I have a letter from the central legal office about gags, which says that it does not personally insert the gagging clauses. The standard compromise agreement contains a confidentiality clause, so the legal office has no say in that.

Chic Brodie

Is it not the case that NHS Scotland’s central legal office carried out a review of confidentiality clauses and developed a revised form of wording that explicitly made clear that an individual’s right to raise protected disclosures is protected, whether or not they insert the clause of their own volition?

Rab Wilson

I do not find that to be the case because, out of 697 agreements in the past three years, there have been only four protected disclosures. That tells you that some of my friends who are with me today, who have been gagged, are terrified to speak out because of the consequences. They fear that they will be taken to court and maybe that their pension or any payment that they have been given will be removed from them. A culture of fear exists in our NHS.

Chic Brodie

Can I stop you on that? It is quite important. Things have happened such as the Public Interest Disclosure Act 1998 and the Employment Rights Act 1996. Actions have been taken by the Government, instructions have been given to health boards and money has been made available to help to change the culture of bullying. We are talking about culture. We can legislate as much as we like, but we are talking about management culture and what needs to be done there.

I will protect everyone’s right to be open and say what they think and think what they say in such circumstances. A culture of secrecy and bullying is totally unacceptable—I accept and support that view. However, despite all the actions that have been taken, you have still come to the table suggesting that things are not happening. Is it not the culture of management, which we are trying to change, that is really at fault?

Rab Wilson

Of course. A huge part of the problem is the culture of secrecy. The culture is all about protecting the organisation at all costs and to hell with the workers—they can go to the wall. They can be paid off and gagged with gagging clauses because, at the end of the day, the culture is to protect the organisation. That is what it is all about, and that needs to stop.

Chic Brodie

However, the regime has been changed. Action has been taken by the Westminster Government and by the Scottish Government to attempt to get rid of all the problems, if not delete them. All the legislation and assistance is in place. How do we change what is now a cultural problem?

Rab Wilson

For a start, we should get rid of the confidentiality clause, because it is total nonsense.
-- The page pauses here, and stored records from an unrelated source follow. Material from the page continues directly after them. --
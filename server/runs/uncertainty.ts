import { randomInt } from "node:crypto";
import { and, eq, isNull } from "drizzle-orm";
import { ZodError } from "zod";
import { upgradeLifeCycle, type LifeCycle } from "../../shared/lifecycle";
import { UncertaintySettingsSchema, type UncertaintyRunResult, type UncertaintySettings } from "../../shared/schemas/uncertainty";
import { mergeMonteCarlo, monteCarloChunk, monteCarloSetup, UncertaintyModelError, type MonteCarloPartial } from "../../shared/uncertainty";
import type { Db } from "../db/client";
import { lifeCycles } from "../db/schema";
import { HttpError, zodFields } from "../http/errors";
import type { RunKind } from "./kinds";

/** Everything a Monte Carlo uncertainty run needs, frozen when it starts. */
export interface UncertaintyInput {
  settings: UncertaintySettings & { seed: number };
  document: LifeCycle;
  lifeCycleVersion: number;
  /** Draws of each chunk, in chunk order. */
  chunkDraws: number[];
}

/**
 * Draws per chunk: about half a second of work each on one core (a draw
 * costs a few n³/3 LU factorisations plus formulas), so a killed worker loses
 * little and the 20 s job expiry is far away.
 */
export function drawsPerChunk(stages: number): number {
  const n = Math.max(1, stages);
  return Math.max(50, Math.min(5_000, Math.floor(5e8 / (n * n * n + 2_000 * n))));
}

const bad = (message: string, fields: { path: string; message: string }[]) => new HttpError(400, message, "bad_request", fields);

export const uncertaintyRun: RunKind<UncertaintyInput, MonteCarloPartial, UncertaintyRunResult> = {
  async prepare(db: Db, target, raw) {
    let settings: UncertaintySettings;
    try {
      settings = UncertaintySettingsSchema.parse(raw ?? {});
    } catch (err) {
      if (err instanceof ZodError) {
        const fields = zodFields(err).map((f) => ({ ...f, path: `settings.${f.path}` }));
        throw bad(`${fields[0]!.path}: ${fields[0]!.message}`, fields);
      }
      throw err;
    }
    if (!target.lifeCycleId) throw new HttpError(400, "An uncertainty run works on a life cycle.");
    const [row] = await db.select().from(lifeCycles).where(and(eq(lifeCycles.id, target.lifeCycleId), isNull(lifeCycles.deletedAt)));
    if (!row) throw new HttpError(404, "No such life cycle.");
    const document = upgradeLifeCycle(row.document);
    try {
      monteCarloSetup(document); // every check of the rates' uncertainty, before anything is queued
    } catch (err) {
      if (err instanceof UncertaintyModelError) {
        const fields = err.issues.map((i) => ({ path: `lifeCycle.${i.path.join(".")}`, message: i.message }));
        throw bad(`The life cycle's uncertainty cannot be used: ${fields[0]!.message}`, fields);
      }
      throw err;
    }
    const seed = settings.seed ?? randomInt(0, 2 ** 31);
    const per = drawsPerChunk(document.stages.length);
    const chunkDraws: number[] = [];
    for (let left = settings.draws; left > 0; left -= per) chunkDraws.push(Math.min(per, left));
    const input: UncertaintyInput = { settings: { ...settings, seed }, document, lifeCycleVersion: row.version, chunkDraws };
    return { input, settings: input.settings, chunks: chunkDraws.length };
  },

  runChunk(input, chunkIndex) {
    const count = input.chunkDraws[chunkIndex];
    if (count === undefined) throw new Error(`Chunk ${chunkIndex} is not in the run's plan.`);
    return monteCarloChunk(monteCarloSetup(input.document), input.settings.seed, chunkIndex, count);
  },

  merge(input, partials) {
    const result = mergeMonteCarlo(monteCarloSetup(input.document), input.settings.seed, partials);
    return { ...result, timeStepUnit: input.document.timeStepUnit, lifeCycleVersion: input.lifeCycleVersion };
  },
};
There is a huge dam of truth and horrible things—

Mr Wilson—

Rab Wilson

Can I please make my point? There is a huge dam of nasty, horrible things that have been happening in the NHS, and this document is creating the log-jam and preventing information from becoming public knowledge. It needs to go, and then people will be able to speak freely and without any fear of being taken to court for speaking the truth about bad things.

If you are referring to a document, will you describe it for the record, so that we understand which document you are referring to?

Rab Wilson

I am referring to annex A—the style revised wording from the NHS compromise agreement of May 2013.

Chic Brodie

Do you accept that the cabinet secretary has already stressed to the health boards that he expects them to ensure that confidentiality clauses and non-derogatory statement clauses are not used to suppress the reporting of concerns about practice in the NHS in Scotland? That has been made abundantly clear not just once but several times.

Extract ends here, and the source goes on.